World Knowledge Forum Seoul Korea
Joseph Kessels was speaker at the World Knowledge Forum in Seoul Korea (11-13 October 2011).
In the session on The Knowledge Revolution he addressed the central concept of Knowledge Productivity.
He discussed the implications of knowledge produtivity with:
Mr. Mahmoud Mohieldin, Managing Director, World Bank Group
Mr. Mario Pezzini, OECD Knowledge Management Director
Mr. Hur, Kyung-Wook, Korean ambassador to OECD, who replaced
Mr. Choi Joong-Kyung, Minister of the Knowledge Economy of Korea
Mr. Kang, Suk-Jean, chairman of the Korean Management Association moderated the session
His central statement developed as follows:
Knowledge is becoming the most important asset of companies, institutions and countries. The capability of making knowledge productive will be the critical element in the process of value creation. Financial capital, natural resources and labor will remain important assets, however, their capacity of transforming knowledge into competencies for gradual improvement and radical innovation will become the essential fuel for the growth engine of value creation in companies, institutions and countries.

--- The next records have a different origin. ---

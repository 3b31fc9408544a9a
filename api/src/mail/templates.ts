import type { OutgoingMail } from './mailer'

export function inviteMail(to: string, name: string, link: string, hours: number): OutgoingMail {
  return {
    to,
    subject: 'You have been invited to Backsight',
    text: [
      `Hello ${name},`,
      '',
      'An administrator has created a Backsight account for you.',
      'Choose your password here (the link works once):',
      '',
      link,
      '',
      `The link expires in ${hours} hours. If it has expired, ask your administrator to send a new one.`,
    ].join('\n'),
  }
}

export function resetMail(to: string, name: string, link: string, minutes: number): OutgoingMail {
  return {
    to,
    subject: 'Reset your Backsight password',
    text: [
      `Hello ${name},`,
      '',
      'Someone asked to reset the password of your Backsight account. If it was you, choose a new password here:',
      '',
      link,
      '',
      `The link works once and expires in ${minutes} minutes. If you did not ask for this, ignore this message; your password is unchanged.`,
    ].join('\n'),
  }
}
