import { EngineeringInputError, requireFinite, requirePositive } from './errors'
import { degToRad } from './geometry'

/**
 * Story shear → brace axial force (engineering reference §6.2, statics [D]).
 * Forces in kips, stiffness in kip/in, angles in degrees from the horizontal.
 * Results are magnitudes: half the braces are in tension and half in compression and
 * the signs swap with the load direction, so design uses |P| and a negative shear gives the same answer.
 */

function requireAngle(angleDeg: unknown, field: string): number {
  const value = requireFinite(angleDeg, field, 'the brace angle from the horizontal in degrees')
  if (value <= 0 || value >= 90) {
    throw new EngineeringInputError(
      field,
      `must be strictly between 0° and 90° (got ${value}); a brace at 90° carries no story shear.`,
    )
  }
  return value
}

/**
 * Axial force in each of `braceCount` identical braces sharing a story shear:
 * Pu = |Vu| / (n · cos θ) (engineering reference §6.2 [D], statics).
 * Throws `EngineeringInputError` for non-finite shear, n not a whole number ≥ 1, or θ outside (0°, 90°).
 */
export function computeEqualBraceForce(options: { storyShearKip: number; braceCount: number; angleDeg: number }): number {
  const shearKip = requireFinite(options.storyShearKip, 'storyShearKip', 'the story shear in kips')
  const { braceCount } = options
  if (!Number.isInteger(braceCount) || braceCount < 1) {
    throw new EngineeringInputError('braceCount', `must be a whole number of at least 1 (got ${braceCount}).`)
  }
  const angleDeg = requireAngle(options.angleDeg, 'angleDeg')
  return Math.abs(shearKip) / (braceCount * Math.cos(degToRad(angleDeg)))
}

/** One brace of a story with unequal braces. */
export interface BraceStiffnessInput {
  /** Axial stiffness of the brace, kip/in. */
  stiffnessKipPerIn: number
  /** Brace angle from the horizontal, degrees. */
  angleDeg: number
}

/**
 * Axial forces in unequal braces sharing one story shear, by stiffness compatibility with
 * axially rigid columns: Pi = |Vu| · ki · cos θi / Σj (kj · cos² θj) (engineering reference §6.2 [D]).
 * The horizontal components Pi · cos θi add back to |Vu|.
 * Throws `EngineeringInputError` (field `braces.i.…`) for an empty list, stiffness ≤ 0 or θ outside (0°, 90°).
 */
export function computeStiffnessWeightedForces(storyShearKip: number, braces: readonly BraceStiffnessInput[]): number[] {
  const shearKip = requireFinite(storyShearKip, 'storyShearKip', 'the story shear in kips')
  if (braces.length === 0) throw new EngineeringInputError('braces', 'must list at least one brace.')
  const parts = braces.map((brace, i) => ({
    k: requirePositive(brace.stiffnessKipPerIn, `braces.${i}.stiffnessKipPerIn`, 'the brace axial stiffness in kip/in'),
    cos: Math.cos(degToRad(requireAngle(brace.angleDeg, `braces.${i}.angleDeg`))),
  }))
  const denominator = parts.reduce((sum, { k, cos }) => sum + k * cos * cos, 0)
  return parts.map(({ k, cos }) => (Math.abs(shearKip) * k * cos) / denominator)
}
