import { fromDisplay, toDisplay, unitOf, type QuantityKind } from '../units/systems'
import { computeAdjustedStrength, checkFactorRanges } from './adjusted-strength'
import { type CapacityBasis } from './capacity-basis'
import {
  CORE_RESISTANCE_FACTOR,
  CORE_SAFETY_FACTOR,
  DEFAULT_CORE_STEPS,
  computeDemandCapacityRatio,
  computeRequiredCoreArea,
  roundUpCoreArea,
  type CoreStepBand,
} from './core-size'
import { computeEqualBraceForce } from './demand'
import { EngineeringInputError, type EngineeringWarning } from './errors'
import {
  computeBeamHorizontalForce,
  computeBeamUnbalancedLoad,
  computeColumnAxialForces,
  computeConnectionRequiredStrength,
  computeSharedBeamCases,
} from './frame-forces'
import { bracesAtStory, computeBraceGeometry } from './geometry'
import { SIZE_FRAME_DEFAULTS, findSizeFrameIssues, type SizeFrameRequest } from './size-frame-input'
import {
  SIZE_FRAME_CAUTIONS,
  SIZE_FRAME_FIELD_KINDS,
  type SharedBeamResult,
  type SizeFrameLevelResult,
  type SizeFrameResult,
} from './size-frame-result'
import { STEEL_MODULUS_KSI, computeBraceStiffness, computeDriftAtYield, computeYieldDeformation } from './stiffness'
import { STEEL_DENSITY_LB_PER_FT3, computeCoreWeight, estimateBraceWeight } from './weight'

/**
 * Whole-frame preliminary BRB sizing: `sizeFrame(request)`. Converts the request to the canonical
 * units (kip, in, ksi, in²), runs the one-topic functions of `shared/engineering`, and answers in the
 * request's unit system with a `units` map naming the unit of every quantity field.
 */

const FYSC_USUAL_RANGE = 'usual 30–60 ksi (207–414 MPa) range of BRB core plate (common practice, no source)'

/**
 * Size the BRB cores of one braced frame line and derive the capacity-design forces.
 * See `SizeFrameRequest` for the input and `SizeFrameResult` for the output; everything is in the
 * request's unit system. Formula sources are named on each function used (AISC 341 F4, statics).
 * Throws `EngineeringInputError` naming the field (e.g. `levels.2.storyHeight`) for invalid input;
 * unusual but valid values come back as `warnings`.
 */
export function sizeFrame(request: SizeFrameRequest): SizeFrameResult {
  const issues = findSizeFrameIssues(request)
  if (issues.length > 0) throw EngineeringInputError.fromIssues(issues)

  const sys = request.units
  const inCanon = (kind: QuantityKind, v: number) => fromDisplay(kind, v, sys)
  const out = (kind: QuantityKind, v: number) => toDisplay(kind, v, sys)
  const { method, configuration, beta, omega } = request
  const bracedBays = request.bracedBays ?? SIZE_FRAME_DEFAULTS.bracedBays
  const stiffnessFactor = request.stiffnessFactor ?? SIZE_FRAME_DEFAULTS.stiffnessFactor
  const yieldLengthRatio = request.yieldLengthRatio ?? SIZE_FRAME_DEFAULTS.yieldLengthRatio
  const bayWidthIn = inCanon('dimension', request.bayWidth)
  const fyscMinKsi = inCanon('stress', request.fyscMin)
  const basis = toCanonicalBasis(request.capacityBasis, (v) => inCanon('stress', v))
  const steps: readonly CoreStepBand[] = request.coreSteps
    ? request.coreSteps.map(({ upTo, step }) => ({ upToIn2: upTo === null ? null : inCanon('area', upTo), stepIn2: inCanon('area', step) }))
    : DEFAULT_CORE_STEPS
  const angleWarnings: EngineeringWarning[] = []

  const stories = request.levels.map((level, index) => {
    const storyHeightIn = inCanon('dimension', level.storyHeight)
    const geometry = computeBraceGeometry({ configuration, bayWidthIn, storyHeightIn })
    const braceCount = bracesAtStory(configuration, bracedBays)
    const demandKip = computeEqualBraceForce({ storyShearKip: inCanon('force', level.storyShear), braceCount, angleDeg: geometry.angleDeg })
    const requiredIn2 = computeRequiredCoreArea({ demandKip, fyscKsi: fyscMinKsi, method })
    const coreAreaIn2 = roundUpCoreArea(requiredIn2, { steps })
    const strength = computeAdjustedStrength({ coreAreaIn2, fyscMinKsi, basis, beta, omega })
    const forces = { compressionKip: strength.compressionKip, tensionKip: strength.tensionKip, angleDeg: geometry.angleDeg }
    const stiffnessKipPerIn = computeBraceStiffness({ stiffnessFactor, coreAreaIn2, lengthIn: geometry.lengthIn })
    const yieldDeformationIn = computeYieldDeformation(strength.yieldStrengthKip, stiffnessKipPerIn)
    const driftAtYieldIn = computeDriftAtYield(yieldDeformationIn, geometry.angleDeg)
    if (geometry.angleDeg < 30 || geometry.angleDeg > 60) {
      angleWarnings.push({
        field: `levels.${index}.storyHeight`,
        message: `brace angle ${geometry.angleDeg.toFixed(1)}° is outside the usual 30°–60° (common practice, no source); check the bay width and configuration.`,
      })
    }
    return { level, index, geometry, braceCount, demandKip, requiredIn2, coreAreaIn2, strength, forces, stiffnessKipPerIn, yieldDeformationIn, driftAtYieldIn, storyHeightIn }
  })
  const warnings: EngineeringWarning[] = [
    ...stories[0]!.strength.warnings, // β, ω and Ry are the same at every story
    ...checkFactorRanges({ stiffnessFactor, yieldLengthRatio }),
    ...materialWarnings(request, fyscMinKsi),
    ...angleWarnings,
  ]
  if (configuration === 'two_story_x' && stories.length % 2 === 1) {
    warnings.push({ field: 'levels', message: 'a two-story X needs an even number of stories; the top story is treated as an inverted-V under the roof beam.' })
  }

  const columns = computeColumnAxialForces(stories.map((s) => s.forces))
  const levels: SizeFrameLevelResult[] = stories.map((s) => {
    const unbalanced = computeBeamUnbalancedLoad(configuration, s.index, s.forces)
    const column = columns[s.index]!
    return {
      name: s.level.name,
      storyHeight: s.level.storyHeight,
      storyShear: s.level.storyShear,
      angleDeg: s.geometry.angleDeg,
      bracesAtLevel: s.braceCount,
      braceLength: out('dimension', s.geometry.lengthIn),
      braceAxialDemand: out('force', s.demandKip),
      requiredCoreArea: out('area', s.requiredIn2),
      coreArea: out('area', s.coreAreaIn2),
      demandCapacityRatio: computeDemandCapacityRatio({ demandKip: s.demandKip, coreAreaIn2: s.coreAreaIn2, fyscKsi: fyscMinKsi, method }),
      yieldStrength: out('force', s.strength.yieldStrengthKip),
      expectedYieldStrength: out('force', s.strength.expectedYieldStrengthKip),
      adjustedTension: out('force', s.strength.tensionKip),
      adjustedCompression: out('force', s.strength.compressionKip),
      beamUnbalancedLoad: unbalanced.loadKip === null ? null : out('force', unbalanced.loadKip),
      beamUnbalancedDirection: unbalanced.direction,
      beamHorizontalForce: out('force', computeBeamHorizontalForce(configuration, s.forces)),
      columnAxial: out('force', column.compressionKip),
      columnAxialTension: out('force', column.tensionKip),
      connectionRequiredStrength: out('force', computeConnectionRequiredStrength(s.strength.compressionKip)),
      stiffness: out('stiffness', s.stiffnessKipPerIn),
      yieldDeformation: out('length', s.yieldDeformationIn),
      driftAtYield: out('length', s.driftAtYieldIn),
      driftRatioAtYield: s.driftAtYieldIn / s.storyHeightIn,
      coreWeight: out('weight', s.braceCount * computeCoreWeight({ coreAreaIn2: s.coreAreaIn2, yieldLengthIn: yieldLengthRatio * s.geometry.lengthIn })),
    }
  })

  const sharedBeams: SharedBeamResult[] = []
  if (configuration === 'two_story_x') {
    for (let i = 0; i + 1 < stories.length; i += 2) {
      const cases = computeSharedBeamCases(stories[i]!.forces, stories[i + 1]!.forces)
      sharedBeams.push({
        lowerLevel: stories[i]!.level.name,
        upperLevel: stories[i + 1]!.level.name,
        upwardLoad: out('force', cases.upwardKip),
        downwardLoad: out('force', cases.downwardKip),
        combinedLoad: out('force', cases.combinedKip),
        combinedDirection: cases.combinedDirection,
        governingLoad: out('force', cases.governingKip),
      })
    }
  }

  const braceWeightLb = stories.reduce((sum, s) => sum + s.braceCount * estimateBraceWeight(s.coreAreaIn2, s.geometry.lengthIn).weightLb, 0)
  const strength0 = stories[0]!.strength
  return {
    unitSystem: sys,
    method,
    configuration,
    units: Object.fromEntries(Object.entries(SIZE_FRAME_FIELD_KINDS).map(([field, kind]) => [field, unitOf(kind, sys)])),
    assumptions: {
      bayWidth: request.bayWidth,
      bracedBays,
      fyscMin: request.fyscMin,
      expectedYieldStress: out('stress', strength0.expectedYieldKsi),
      ryApplied: strength0.ryApplied,
      beta,
      omega,
      stiffnessFactor,
      yieldLengthRatio,
      resistanceFactor: method === 'lrfd' ? CORE_RESISTANCE_FACTOR : null,
      safetyFactor: method === 'asd' ? CORE_SAFETY_FACTOR : null,
      steelModulus: out('stress', STEEL_MODULUS_KSI),
      steelDensity: out('density', STEEL_DENSITY_LB_PER_FT3),
      braceToCoreWeightRatio: estimateBraceWeight(1, 1).ratio,
      coreSteps: steps.map(({ upToIn2, stepIn2 }) => ({ upTo: upToIn2 === null ? null : out('area', upToIn2), step: out('area', stepIn2) })),
    },
    levels,
    sharedBeams,
    totals: {
      braceCount: stories.reduce((sum, s) => sum + s.braceCount, 0),
      coreWeight: levels.reduce((sum, l) => sum + l.coreWeight, 0),
      estimatedBraceWeight: out('weight', braceWeightLb),
      braceWeightBasis: 'default',
      maxDemandCapacityRatio: Math.max(...levels.map((l) => l.demandCapacityRatio)),
    },
    warnings,
    cautions: [...SIZE_FRAME_CAUTIONS],
  }
}

function toCanonicalBasis(basis: SizeFrameRequest['capacityBasis'], stress: (v: number) => number): CapacityBasis {
  switch (basis.kind) {
    case 'ry':
      return { kind: 'ry', ry: basis.ry }
    case 'yieldRange':
      return { kind: 'yieldRange', fyscMaxKsi: stress(basis.fyscMax) }
    case 'coupon':
      return { kind: 'coupon', fyscKsi: stress(basis.fysc) }
  }
}

function materialWarnings(request: SizeFrameRequest, fyscMinKsi: number): EngineeringWarning[] {
  const warnings: EngineeringWarning[] = []
  if (fyscMinKsi < 30 || fyscMinKsi > 60) {
    warnings.push({ field: 'fyscMin', message: `${request.fyscMin} ${unitOf('stress', request.units)} is outside the ${FYSC_USUAL_RANGE}; check the value and the unit system.` })
  }
  const basis = request.capacityBasis
  if (basis.kind === 'coupon' && basis.fysc < request.fyscMin) {
    warnings.push({ field: 'capacityBasis.fysc', message: `the coupon yield ${basis.fysc} is below the specified minimum ${request.fyscMin}; the core material does not meet its specification.` })
  }
  return warnings
}
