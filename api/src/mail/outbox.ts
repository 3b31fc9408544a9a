import { and, asc, eq, isNull, lte, sql } from 'drizzle-orm'
import type { DbOrTx } from '../db'
import { outbox } from '../db/schema'
import type { Mailer, OutgoingMail } from './mailer'

/** Retry delays after a failed delivery: 15 s, 30 s, 1 min … capped at 15 min; never given up. */
export function retryDelayMs(attempts: number): number {
  return Math.min(15_000 * 2 ** Math.max(0, attempts - 1), 15 * 60_000)
}

type StoredAttachment = { filename: string; contentType: string; base64: string }

/**
 * A mailer that keeps every message in the outbox table first, then hands it to the transport.
 * When the mail service is down the caller still succeeds (the invitation is created, the import
 * finishes); the message waits and `flush` delivers it once the service is back.
 */
export interface OutboxMailer extends Mailer {
  /** Keeps the message, then tries to deliver it: true when it went now, false when it waits. */
  send(mail: OutgoingMail): Promise<boolean>
  /** Delivers what is due (all pending when `all`); returns how many went out. */
  flush(options?: { all?: boolean }): Promise<number>
  /** Flushes every `intervalMs` until closed. */
  start(intervalMs?: number): void
}

export function createOutboxMailer(db: DbOrTx, transport: Mailer, { onError }: { onError?: (err: unknown) => void } = {}): OutboxMailer {
  let timer: ReturnType<typeof setInterval> | undefined
  let flushing: Promise<number> | undefined

  async function deliver(row: typeof outbox.$inferSelect): Promise<boolean> {
    const attachments = (row.attachments as StoredAttachment[] | null)?.map(a => ({ filename: a.filename, contentType: a.contentType, content: Buffer.from(a.base64, 'base64') }))
    try {
      await transport.send({ to: row.to, subject: row.subject, text: row.text, ...(attachments?.length ? { attachments } : {}) })
      await db.update(outbox).set({ sentAt: new Date(), attempts: row.attempts + 1, lastError: null }).where(eq(outbox.id, row.id))
      return true
    } catch (err) {
      const attempts = row.attempts + 1
      await db
        .update(outbox)
        .set({ attempts, lastError: (err instanceof Error ? err.message : String(err)).slice(0, 500), nextAttemptAt: new Date(Date.now() + retryDelayMs(attempts)) })
        .where(eq(outbox.id, row.id))
      onError?.(err)
      return false
    }
  }

  async function flushOnce(all: boolean): Promise<number> {
    const due = await db
      .select()
      .from(outbox)
      .where(all ? isNull(outbox.sentAt) : and(isNull(outbox.sentAt), lte(outbox.nextAttemptAt, sql`now()`)))
      .orderBy(asc(outbox.id))
      .limit(100)
    let sent = 0
    for (const row of due) {
      if (await deliver(row)) sent++
      else break // the service is still down: the rest wait for the next round
    }
    return sent
  }

  return {
    async send(mail: OutgoingMail) {
      const [row] = await db
        .insert(outbox)
        .values({
          to: mail.to,
          subject: mail.subject.slice(0, 300),
          text: mail.text,
          attachments: mail.attachments?.map(a => ({ filename: a.filename, contentType: a.contentType, base64: a.content.toString('base64') })) ?? null,
        })
        .returning()
      // Try now; a failure is not the caller's failure — the message stays in the outbox.
      return deliver(row!)
    },
    flush({ all = false } = {}) {
      // One flush at a time, so a message is never handed over twice by overlapping rounds.
      flushing ??= flushOnce(all).finally(() => (flushing = undefined))
      return flushing
    },
    start(intervalMs = 15_000) {
      timer ??= setInterval(() => void this.flush().catch(err => onError?.(err)), intervalMs)
      timer.unref?.()
    },
    close() {
      if (timer) clearInterval(timer)
      timer = undefined
      transport.close()
    },
  }
}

As value creation is one of the prime objectives and responsibilities of leadership in business and governments it is extremely important not only to understand the process of knowledge productivity but also how to put it into day-to-day practice. High levels of education, large numbers of graduates and the availability of financial means are just not sufficient prerequisites. Knowledge productivity as the growth engine for value creation requires an attractive learning climate that encourages boundary less thinking, and an imaginative and entrepreneurial spirit, not only at the top but at all levels in companies, institutions and countries. For this reason, we will discuss in this session the implications of knowledge productivity and value creation and what this means for leadership. For upgrading knowledge productivity in our organizations to the highest-level just conventional knowledge management is insufficient to maximize value creation for achieving our vision and goals. How can we build an organizational culture that nurtures knowledge productivity and what are the major roles of leadership in this challenging enterprise?